__Required work__
Could you write out each entry exactly as it reads?

__Dataset entries__
Content starts

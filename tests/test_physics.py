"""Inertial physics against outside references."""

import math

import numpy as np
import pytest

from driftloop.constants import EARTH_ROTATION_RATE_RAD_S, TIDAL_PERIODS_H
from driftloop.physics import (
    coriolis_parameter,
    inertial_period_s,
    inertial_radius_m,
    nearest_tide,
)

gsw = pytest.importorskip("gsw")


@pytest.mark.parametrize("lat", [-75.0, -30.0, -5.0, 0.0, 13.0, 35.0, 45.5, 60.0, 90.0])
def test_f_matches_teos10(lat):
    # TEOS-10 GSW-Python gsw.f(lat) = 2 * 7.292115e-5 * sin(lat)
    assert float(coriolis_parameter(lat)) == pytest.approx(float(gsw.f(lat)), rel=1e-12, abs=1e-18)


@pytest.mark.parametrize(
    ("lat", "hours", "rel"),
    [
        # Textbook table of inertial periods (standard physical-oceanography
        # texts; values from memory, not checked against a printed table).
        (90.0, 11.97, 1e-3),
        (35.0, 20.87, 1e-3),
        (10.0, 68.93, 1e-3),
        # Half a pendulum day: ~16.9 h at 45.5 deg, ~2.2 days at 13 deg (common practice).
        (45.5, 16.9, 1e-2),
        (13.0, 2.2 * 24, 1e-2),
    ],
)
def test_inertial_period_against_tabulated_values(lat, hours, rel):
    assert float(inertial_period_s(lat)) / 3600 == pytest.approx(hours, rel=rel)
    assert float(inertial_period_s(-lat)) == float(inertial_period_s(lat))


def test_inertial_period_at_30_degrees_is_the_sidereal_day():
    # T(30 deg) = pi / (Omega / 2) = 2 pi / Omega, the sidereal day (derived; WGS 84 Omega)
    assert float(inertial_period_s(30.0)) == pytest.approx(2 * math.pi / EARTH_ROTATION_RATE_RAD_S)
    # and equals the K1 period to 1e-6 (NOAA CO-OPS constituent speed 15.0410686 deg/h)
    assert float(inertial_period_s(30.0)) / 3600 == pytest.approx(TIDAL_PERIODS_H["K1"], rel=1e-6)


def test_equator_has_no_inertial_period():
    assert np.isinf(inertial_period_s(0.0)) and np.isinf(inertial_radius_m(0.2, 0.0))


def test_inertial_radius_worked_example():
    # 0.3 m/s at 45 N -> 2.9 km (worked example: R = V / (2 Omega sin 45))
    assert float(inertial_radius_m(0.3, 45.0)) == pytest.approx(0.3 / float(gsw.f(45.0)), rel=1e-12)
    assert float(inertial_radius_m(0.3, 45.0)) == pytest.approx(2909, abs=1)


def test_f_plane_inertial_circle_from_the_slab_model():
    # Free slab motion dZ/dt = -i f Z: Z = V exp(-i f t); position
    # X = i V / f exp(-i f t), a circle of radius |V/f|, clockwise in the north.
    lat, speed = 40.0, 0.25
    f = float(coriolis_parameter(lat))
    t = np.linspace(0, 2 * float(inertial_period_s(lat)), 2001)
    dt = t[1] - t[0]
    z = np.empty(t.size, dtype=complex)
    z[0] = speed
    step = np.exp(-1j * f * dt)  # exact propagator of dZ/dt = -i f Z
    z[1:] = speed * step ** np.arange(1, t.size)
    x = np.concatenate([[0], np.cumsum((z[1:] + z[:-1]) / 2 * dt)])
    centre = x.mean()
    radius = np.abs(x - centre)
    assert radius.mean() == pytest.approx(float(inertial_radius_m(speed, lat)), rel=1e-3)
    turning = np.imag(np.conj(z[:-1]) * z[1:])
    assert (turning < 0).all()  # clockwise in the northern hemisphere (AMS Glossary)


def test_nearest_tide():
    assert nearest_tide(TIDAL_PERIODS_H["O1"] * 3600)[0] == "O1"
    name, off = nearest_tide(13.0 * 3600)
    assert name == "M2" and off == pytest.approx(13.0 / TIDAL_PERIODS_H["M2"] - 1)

Content ends

__Exercise output__
filename tests/test_physics.py
"""Inertial physics against outside references."""

import math

import numpy as np
import pytest

from driftloop.constants import EARTH_ROTATION_RATE_RAD_S, TIDAL_PERIODS_H
from driftloop.physics import (
    coriolis_parameter,
    inertial_period_s,
    inertial_radius_m,
    nearest_tide,
)

gsw = pytest.importorskip("gsw")


@pytest.mark.parametrize("lat", [-75.0, -30.0, -5.0, 0.0, 13.0, 35.0, 45.5, 60.0, 90.0])
def test_f_matches_teos10(lat):
    # TEOS-10 GSW-Python gsw.f(lat) = 2 * 7.292115e-5 * sin(lat)
    assert float(coriolis_parameter(lat)) == pytest.approx(float(gsw.f(lat)), rel=1e-12, abs=1e-18)


@pytest.mark.parametrize(
    ("lat", "hours", "rel"),
    [
        # Textbook table of inertial periods (standard physical-oceanography
        # texts; values from memory, not checked against a printed table).
        (90.0, 11.97, 1e-3),
        (35.0, 20.87, 1e-3),
        (10.0, 68.93, 1e-3),
        # Half a pendulum day: ~16.9 h at 45.5 deg, ~2.2 days at 13 deg (common practice).
        (45.5, 16.9, 1e-2),
        (13.0, 2.2 * 24, 1e-2),
    ],
)
def test_inertial_period_against_tabulated_values(lat, hours, rel):
    assert float(inertial_period_s(lat)) / 3600 == pytest.approx(hours, rel=rel)
    assert float(inertial_period_s(-lat)) == float(inertial_period_s(lat))


def test_inertial_period_at_30_degrees_is_the_sidereal_day():
    # T(30 deg) = pi / (Omega / 2) = 2 pi / Omega, the sidereal day (derived; WGS 84 Omega)
    assert float(inertial_period_s(30.0)) == pytest.approx(2 * math.pi / EARTH_ROTATION_RATE_RAD_S)
    # and equals the K1 period to 1e-6 (NOAA CO-OPS constituent speed 15.0410686 deg/h)
    assert float(inertial_period_s(30.0)) / 3600 == pytest.approx(TIDAL_PERIODS_H["K1"], rel=1e-6)


def test_equator_has_no_inertial_period():
    assert np.isinf(inertial_period_s(0.0)) and np.isinf(inertial_radius_m(0.2, 0.0))


def test_inertial_radius_worked_example():
    # 0.3 m/s at 45 N -> 2.9 km (worked example: R = V / (2 Omega sin 45))
    assert float(inertial_radius_m(0.3, 45.0)) == pytest.approx(0.3 / float(gsw.f(45.0)), rel=1e-12)
    assert float(inertial_radius_m(0.3, 45.0)) == pytest.approx(2909, abs=1)


def test_f_plane_inertial_circle_from_the_slab_model():
    # Free slab motion dZ/dt = -i f Z: Z = V exp(-i f t); position
    # X = i V / f exp(-i f t), a circle of radius |V/f|, clockwise in the north.
    lat, speed = 40.0, 0.25
    f = float(coriolis_parameter(lat))
    t = np.linspace(0, 2 * float(inertial_period_s(lat)), 2001)
    dt = t[1] - t[0]
    z = np.empty(t.size, dtype=complex)
    z[0] = speed
    step = np.exp(-1j * f * dt)  # exact propagator of dZ/dt = -i f Z
    z[1:] = speed * step ** np.arange(1, t.size)
    x = np.concatenate([[0], np.cumsum((z[1:] + z[:-1]) / 2 * dt)])
    centre = x.mean()
    radius = np.abs(x - centre)
    assert radius.mean() == pytest.approx(float(inertial_radius_m(speed, lat)), rel=1e-3)
    turning = np.imag(np.conj(z[:-1]) * z[1:])
    assert (turning < 0).all()  # clockwise in the northern hemisphere (AMS Glossary)


def test_nearest_tide():
    assert nearest_tide(TIDAL_PERIODS_H["O1"] * 3600)[0] == "O1"
    name, off = nearest_tide(13.0 * 3600)
    assert name == "M2" and off == pytest.approx(13.0 / TIDAL_PERIODS_H["M2"] - 1)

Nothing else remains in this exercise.